Work task: With nothing added and nothing dropped, copy the entire listing.
(Provided material begins)
import { type Entry, toFinding, visitEntries } from './entries.ts'
import type { Evaluation } from './evaluation.ts'
import { createJudge, type JudgementOptions } from './judgement.ts'
import { reachOfRow } from './measured-row.ts'
import type { Finding, Outcome, SourceValue } from './model.ts'

/** How a token stands in one look; a breach on it is one with the token as background. */
export type StandingMark = 'breach' | 'breach-on-it' | 'waived' | 'exempt'

/** A token among its pairs. */
export interface TokenStanding {
  /** Pairs that declare it as foreground or background. */
  readonly pairs: number
  /** Further pairs, of tokens that follow it by alias or derivation. */
  readonly aliased: number
  readonly breaches: number
  readonly waived: number
  readonly mark: StandingMark | null
  /**
   * The finding furthest short of what it must reach; left out are exempt ones and those that another member of
   * their group stands in for. Absent where none requires anything.
   */
  readonly lowest?: Finding
}

/** How a finding hangs on a token: by one of the pair's own parts, or through a token that follows it. */
export type TokenPart = 'foreground' | 'background' | 'backdrop' | 'alias'

/** A finding that a token has a part in. */
export interface TokenFinding {
  readonly finding: Finding
  readonly as: TokenPart
}

/** By token id: the tokens that its values follow, in any theme that the system has. */
function followedTokens(evaluation: Evaluation): Map<string, ReadonlySet<string>> {
  const { themes, tokens } = evaluation.resolved.model
  const follows = new Map<string, ReadonlySet<string>>()
  const targetOf = (value: SourceValue | undefined) =>
    value === undefined || value.kind === 'color' ? [] : [value.token]
  for (const token of tokens) {
    const values = themes.flatMap(({ id }) => Object.values(token.values[id] ?? {}))
    const targets = new Set([token.value, ...values].flatMap(targetOf))
    if (targets.size > 0) follows.set(token.id, targets)
  }
  return follows
}

/** Everything reached over edges, the start left out. */
function reachable(
  start: string,
  edges: ReadonlyMap<string, ReadonlySet<string> | readonly string[]>,
): Set<string> {
  const reached = new Set(edges.get(start))
  for (const id of reached) {
    for (const next of edges.get(id) ?? []) reached.add(next)
  }
  reached.delete(start)
  return reached
}

/** By token id: positions of pairs whose foreground or background is it. */
function declaredPairs(evaluation: Evaluation): Map<string, Set<number>> {
  const declared = new Map<string, Set<number>>()
  for (const [position, { pair }] of evaluation.measures.entries()) {
    for (const id of [pair.foreground, pair.background]) {
      const known = declared.get(id)
      if (known) known.add(position)
      else declared.set(id, new Set([position]))
    }
  }
  return declared
}

/** By token id: positions of pairs of the tokens that follow it. */
function pairsThroughAliases(
  evaluation: Evaluation,
  declared: ReadonlyMap<string, ReadonlySet<number>>,
): Map<string, Set<number>> {
  const follows = followedTokens(evaluation)
  const through = new Map<string, Set<number>>()
  for (const [follower, pairs] of declared) {
    for (const target of reachable(follower, follows)) {
      const known = through.get(target) ?? new Set()
      for (const position of pairs) known.add(position)
      through.set(target, known)
    }
  }
  return through
}

interface Draft {
  breaches: number
  waived: number
  marks: Set<StandingMark>
  lowest: Entry | undefined
  reach: number
}

function markOf(outcome: Outcome, isForeground: boolean): StandingMark | undefined {
  if (outcome === 'breach' || outcome === 'known') return isForeground ? 'breach' : 'breach-on-it'
  return outcome === 'pass' ? undefined : outcome
}

function addEntry(draft: Draft, entry: Entry, aim: { isForeground: boolean; reach: number }): void {
  const { outcome, reason } = entry.judgement
  const mark = markOf(outcome, aim.isForeground)
  if (mark !== undefined) draft.marks.add(mark)
  if (outcome === 'breach') draft.breaches++
  if (outcome === 'waived') draft.waived++
  if (outcome !== 'exempt' && reason !== 'any-of' && aim.reach < draft.reach) {
    draft.lowest = entry
    draft.reach = aim.reach
  }
}

function draftStandings(evaluation: Evaluation, options: JudgementOptions): Map<string, Draft> {
  const drafts = new Map<string, Draft>()
  for (const { id } of evaluation.resolved.model.tokens) {
    const reach = Number.POSITIVE_INFINITY
    drafts.set(id, { breaches: 0, waived: 0, marks: new Set(), lowest: undefined, reach })
  }
  const judge = createJudge(evaluation, options)
  for (const subject of evaluation.subjects) {
    const { foreground, background } = subject
    visitEntries(evaluation, subject, judge, (measure, row, judgement, merged) => {
      const entry = merged ?? { measure, row, judgement, declared: [measure] }
      const reach = reachOfRow(evaluation, measure, row)
      addEntry(drafts.get(foreground)!, entry, { isForeground: true, reach })
      if (background !== foreground) {
        addEntry(drafts.get(background)!, entry, { isForeground: false, reach })
      }
    })
  }
  return drafts
}

const MARKS: readonly StandingMark[] = ['breach', 'breach-on-it', 'waived', 'exempt']

/** How every token stands among its pairs, by token id, in one pass over the evaluation. */
export function standingOf(
  evaluation: Evaluation,
  options: JudgementOptions = {},
): Map<string, TokenStanding> {
  const declared = declaredPairs(evaluation)
  const through = pairsThroughAliases(evaluation, declared)
  const standings = new Map<string, TokenStanding>()
  for (const [id, draft] of draftStandings(evaluation, options)) {
    const own = declared.get(id) ?? new Set()
    const further = [...(through.get(id) ?? [])].filter((position) => !own.has(position))
    standings.set(id, {
      pairs: own.size,
      aliased: further.length,
      breaches: draft.breaches,
      waived: draft.waived,
      mark: MARKS.find((mark) => draft.marks.has(mark)) ?? null,
      ...(draft.lowest ? { lowest: toFinding(evaluation, draft.lowest) } : {}),
    })
  }
  return standings
}

function partOf(token: string, entry: Entry): TokenPart {
  const { pair } = entry.measure
  if (pair.foreground === token) return 'foreground'
  if (pair.background === token) return 'background'
  const { backdrop } = pair
  return backdrop !== 'unknown' && backdrop.includes(token) ? 'backdrop' : 'alias'
}

/** Every finding that changes when a token does, by its own pairs and those of the tokens that depend on it. */
export function findingsOf(
  evaluation: Evaluation,
  token: string,
  options: JudgementOptions = {},
): TokenFinding[] {
  const dependents = reachable(token, evaluation.dependents)
  const positions = new Set(
    [token, ...dependents].flatMap((id) => evaluation.pairsOf.get(id) ?? []),
  )
  const judge = createJudge(evaluation, options)
  const found: TokenFinding[] = []
  for (const subject of evaluation.subjects) {
    if (!subject.members.some((position) => positions.has(position))) continue
    visitEntries(evaluation, subject, judge, (measure, row, judgement, merged) => {
      const entry = merged ?? { measure, row, judgement, declared: [measure] }
      found.push({ finding: toFinding(evaluation, entry), as: partOf(token, entry) })
    })
  }
  return found
}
(Provided material ends)
Result:
import { type Entry, toFinding, visitEntries } from './entries.ts'
import type { Evaluation } from './evaluation.ts'
import { createJudge, type JudgementOptions } from './judgement.ts'
import { reachOfRow } from './measured-row.ts'
import type { Finding, Outcome, SourceValue } from './model.ts'

/** How a token stands in one look; a breach on it is one with the token as background. */
export type StandingMark = 'breach' | 'breach-on-it' | 'waived' | 'exempt'

/** A token among its pairs. */
export interface TokenStanding {
  /** Pairs that declare it as foreground or background. */
  readonly pairs: number
  /** Further pairs, of tokens that follow it by alias or derivation. */
  readonly aliased: number
  readonly breaches: number
  readonly waived: number
  readonly mark: StandingMark | null
  /**
   * The finding furthest short of what it must reach; left out are exempt ones and those that another member of
   * their group stands in for. Absent where none requires anything.
   */
  readonly lowest?: Finding
}

/** How a finding hangs on a token: by one of the pair's own parts, or through a token that follows it. */
export type TokenPart = 'foreground' | 'background' | 'backdrop' | 'alias'

/** A finding that a token has a part in. */
export interface TokenFinding {
  readonly finding: Finding
  readonly as: TokenPart
}

/** By token id: the tokens that its values follow, in any theme that the system has. */
function followedTokens(evaluation: Evaluation): Map<string, ReadonlySet<string>> {
  const { themes, tokens } = evaluation.resolved.model
  const follows = new Map<string, ReadonlySet<string>>()
  const targetOf = (value: SourceValue | undefined) =>
    value === undefined || value.kind === 'color' ? [] : [value.token]
  for (const token of tokens) {
    const values = themes.flatMap(({ id }) => Object.values(token.values[id] ?? {}))
    const targets = new Set([token.value, ...values].flatMap(targetOf))
    if (targets.size > 0) follows.set(token.id, targets)
  }
  return follows
}

/** Everything reached over edges, the start left out. */
function reachable(
  start: string,
  edges: ReadonlyMap<string, ReadonlySet<string> | readonly string[]>,
): Set<string> {
  const reached = new Set(edges.get(start))
  for (const id of reached) {
    for (const next of edges.get(id) ?? []) reached.add(next)
  }
  reached.delete(start)
  return reached
}

/** By token id: positions of pairs whose foreground or background is it. */
function declaredPairs(evaluation: Evaluation): Map<string, Set<number>> {
  const declared = new Map<string, Set<number>>()
  for (const [position, { pair }] of evaluation.measures.entries()) {
    for (const id of [pair.foreground, pair.background]) {
      const known = declared.get(id)
      if (known) known.add(position)
      else declared.set(id, new Set([position]))
    }
  }
  return declared
}

/** By token id: positions of pairs of the tokens that follow it. */
function pairsThroughAliases(
  evaluation: Evaluation,
  declared: ReadonlyMap<string, ReadonlySet<number>>,
): Map<string, Set<number>> {
  const follows = followedTokens(evaluation)
  const through = new Map<string, Set<number>>()
  for (const [follower, pairs] of declared) {
    for (const target of reachable(follower, follows)) {
      const known = through.get(target) ?? new Set()
      for (const position of pairs) known.add(position)
      through.set(target, known)
    }
  }
  return through
}

interface Draft {
  breaches: number
  waived: number
  marks: Set<StandingMark>
  lowest: Entry | undefined
  reach: number
}

function markOf(outcome: Outcome, isForeground: boolean): StandingMark | undefined {
  if (outcome === 'breach' || outcome === 'known') return isForeground ? 'breach' : 'breach-on-it'
  return outcome === 'pass' ? undefined : outcome
}

function addEntry(draft: Draft, entry: Entry, aim: { isForeground: boolean; reach: number }): void {
  const { outcome, reason } = entry.judgement
  const mark = markOf(outcome, aim.isForeground)
  if (mark !== undefined) draft.marks.add(mark)
  if (outcome === 'breach') draft.breaches++
  if (outcome === 'waived') draft.waived++
  if (outcome !== 'exempt' && reason !== 'any-of' && aim.reach < draft.reach) {
    draft.lowest = entry
    draft.reach = aim.reach
  }
}

function draftStandings(evaluation: Evaluation, options: JudgementOptions): Map<string, Draft> {
  const drafts = new Map<string, Draft>()
  for (const { id } of evaluation.resolved.model.tokens) {
    const reach = Number.POSITIVE_INFINITY
    drafts.set(id, { breaches: 0, waived: 0, marks: new Set(), lowest: undefined, reach })
  }
  const judge = createJudge(evaluation, options)
  for (const subject of evaluation.subjects) {
    const { foreground, background } = subject
    visitEntries(evaluation, subject, judge, (measure, row, judgement, merged) => {
      const entry = merged ?? { measure, row, judgement, declared: [measure] }
      const reach = reachOfRow(evaluation, measure, row)
      addEntry(drafts.get(foreground)!, entry, { isForeground: true, reach })
      if (background !== foreground) {
        addEntry(drafts.get(background)!, entry, { isForeground: false, reach })
      }
    })
  }
  return drafts
}

const MARKS: readonly StandingMark[] = ['breach', 'breach-on-it', 'waived', 'exempt']

/** How every token stands among its pairs, by token id, in one pass over the evaluation. */
export function standingOf(
  evaluation: Evaluation,
  options: JudgementOptions = {},
): Map<string, TokenStanding> {
  const declared = declaredPairs(evaluation)
  const through = pairsThroughAliases(evaluation, declared)
  const standings = new Map<string, TokenStanding>()
  for (const [id, draft] of draftStandings(evaluation, options)) {
    const own = declared.get(id) ?? new Set()
    const further = [...(through.get(id) ?? [])].filter((position) => !own.has(position))
    standings.set(id, {
      pairs: own.size,
      aliased: further.length,
      breaches: draft.breaches,
      waived: draft.waived,
      mark: MARKS.find((mark) => draft.marks.has(mark)) ?? null,
      ...(draft.lowest ? { lowest: toFinding(evaluation, draft.lowest) } : {}),
    })
  }
  return standings
}

function partOf(token: string, entry: Entry): TokenPart {
  const { pair } = entry.measure
  if (pair.foreground === token) return 'foreground'
  if (pair.background === token) return 'background'
  const { backdrop } = pair
  return backdrop !== 'unknown' && backdrop.includes(token) ? 'backdrop' : 'alias'
}

/** Every finding that changes when a token does, by its own pairs and those of the tokens that depend on it. */
export function findingsOf(
  evaluation: Evaluation,
  token: string,
  options: JudgementOptions = {},
): TokenFinding[] {
  const dependents = reachable(token, evaluation.dependents)
  const positions = new Set(
    [token, ...dependents].flatMap((id) => evaluation.pairsOf.get(id) ?? []),
  )
  const judge = createJudge(evaluation, options)
  const found: TokenFinding[] = []
  for (const subject of evaluation.subjects) {
    if (!subject.members.some((position) => positions.has(position))) continue
    visitEntries(evaluation, subject, judge, (measure, row, judgement, merged) => {
      const entry = merged ?? { measure, row, judgement, declared: [measure] }
      found.push({ finding: toFinding(evaluation, entry), as: partOf(token, entry) })
    })
  }
  return found
}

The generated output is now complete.